- [Action item]:
Within the records below, filter for lines carrying the word "import" and copy them.

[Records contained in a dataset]

#####

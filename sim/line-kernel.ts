// The line cells' leapfrog update, built once as flat coefficient arrays.
// Telegrapher equations per cell, with R and G averaged over the step (semi-implicit, stable):
//   (L/Δt + R/2)·I(n+½) = (L/Δt − R/2)·I(n−½) + V_k(n) − V_k+1(n)
//   (C/Δt + G/2)·V(n+1) = (C/Δt − G/2)·V(n)   + I_in(n+½) − I_out(n+½)
// (C. R. Paul, Analysis of Multiconductor Transmission Lines, FDTD chapter.)
import type { Ladder } from './ladder.js';
import type { DcState } from './dc.js';

export interface LineKernel {
  nodes: number;
  /** Node voltages; index `nodes` is a zero pad so the last cell needs no special case. */
  v: Float64Array;
  /** Branch currents, shifted by one: i[j+1] is branch j (node j → j+1); i[0] and i[nodes] stay 0. */
  i: Float64Array;
  ai: Float64Array;
  bi: Float64Array;
  cv: Float64Array;
  dv: Float64Array;
}

export function buildLineKernel(ladder: Ladder, dt: number, dc: DcState, isLumpedNode: Uint8Array): LineKernel {
  const m = ladder.nodes;
  const k: LineKernel = {
    nodes: m,
    v: new Float64Array(m + 1),
    i: new Float64Array(m + 1),
    ai: new Float64Array(m + 1),
    bi: new Float64Array(m + 1),
    cv: new Float64Array(m),
    dv: new Float64Array(m),
  };
  for (let j = 0; j < m - 1; j++) {
    if (!ladder.isCell[j]) continue; // a lumped series branch: its slot stays 0, the lumped system owns it
    const den = ladder.cellL[j] / dt + ladder.cellR[j] / 2;
    k.ai[j + 1] = (ladder.cellL[j] / dt - ladder.cellR[j] / 2) / den;
    k.bi[j + 1] = 1 / den;
    k.i[j + 1] = dc.branch[j];
  }
  for (let n = 0; n < m; n++) {
    k.v[n] = dc.v[n];
    if (isLumpedNode[n]) {
      k.cv[n] = 1; // left as is by the line loop; the lumped system writes it
      continue;
    }
    const den = ladder.nodeC[n] / dt + ladder.nodeG[n] / 2;
    k.cv[n] = (ladder.nodeC[n] / dt - ladder.nodeG[n] / 2) / den;
    k.dv[n] = 1 / den;
  }
  return k;
}

/**
 * One leapfrog step of every line cell, both half steps fused in one pass: the current right of node k
 * is advanced from the old voltages at k and k+1, then node k from the new currents on both sides.
 */
export function advanceLineCells(k: LineKernel): void {
  const { v, i, ai, bi, cv, dv } = k;
  const m = k.nodes;
  let left = i[0];
  for (let n = 0; n < m; n++) {
    const right = ai[n + 1] * i[n + 1] + bi[n + 1] * (v[n] - v[n + 1]);
    i[n + 1] = right;
    v[n] = cv[n] * v[n] + dv[n] * (left - right);
    left = right;
  }
}
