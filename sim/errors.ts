// Errors the engine raises. Both carry enough for the application to print one line per problem.

export interface NetProblem {
  /** Key path in the scenario, e.g. `route[2]` or `receiver`. */
  path: string;
  message: string;
}

/** The net cannot be simulated as described (for example an ideal source shorted by a zero-ohm part). */
export class NetError extends Error {
  constructor(readonly problems: NetProblem[]) {
    super(problems.map((p) => `${p.path}: ${p.message}`).join('\n'));
    this.name = 'NetError';
  }
}

/** The run would exceed a size limit; `force` overrides. */
export class RunRefused extends Error {
  constructor(message: string) {
    super(message);
    this.name = 'RunRefused';
  }
}
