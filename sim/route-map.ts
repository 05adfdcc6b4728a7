// Voltage along the whole route over time, decimated in space and time so its memory is bounded:
// at most `columns` node positions × `rows` time rows (default 480 × 900 × 8 bytes ≈ 3.3 MiB).
import ndarray from 'ndarray';
import type { Ladder } from './ladder.js';
import type { RouteMapRecord } from './result.js';

export interface RouteMapOptions {
  columns?: number;
  rows?: number;
}

export interface RouteMapTaps {
  nodes: Int32Array;
  stepStride: number;
  rows: number;
  data: Float64Array;
}

export function planRouteMap(ladder: Ladder, steps: number, options: RouteMapOptions): RouteMapTaps {
  const columns = Math.max(2, options.columns ?? 480);
  const maxRows = Math.max(2, options.rows ?? 900);
  const stride = Math.max(1, Math.ceil(ladder.nodes / columns));
  const picked: number[] = [];
  for (let k = 0; k < ladder.nodes; k += stride) picked.push(k);
  if (picked[picked.length - 1] !== ladder.nodes - 1) picked.push(ladder.nodes - 1);
  const stepStride = Math.max(1, Math.ceil(steps / (maxRows - 1)));
  const rows = Math.floor(steps / stepStride) + 1;
  return { nodes: Int32Array.from(picked), stepStride, rows, data: new Float64Array(rows * picked.length) };
}

export function recordRouteMap(taps: RouteMapTaps, v: Float64Array, row: number): void {
  const { nodes, data } = taps;
  const base = row * nodes.length;
  for (let c = 0; c < nodes.length; c++) data[base + c] = v[nodes[c]];
}

export function finishRouteMap(taps: RouteMapTaps, ladder: Ladder, dt: number): RouteMapRecord {
  const items = [...ladder.items.entries()].map(([name, span]) => ({
    name,
    kind: span.kind,
    from: ladder.position[span.start],
    to: ladder.position[span.end],
  }));
  return {
    positions: Float64Array.from(taps.nodes, (k) => ladder.position[k]),
    dtRow: taps.stepStride * dt,
    values: ndarray(taps.data, [taps.rows, taps.nodes.length]),
    items,
  };
}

#####

- [Response]:
import type { Ladder } from './ladder.js';
import type { DcState } from './dc.js';
import ndarray from 'ndarray';
import type { Ladder } from './ladder.js';
import type { RouteMapRecord } from './result.js';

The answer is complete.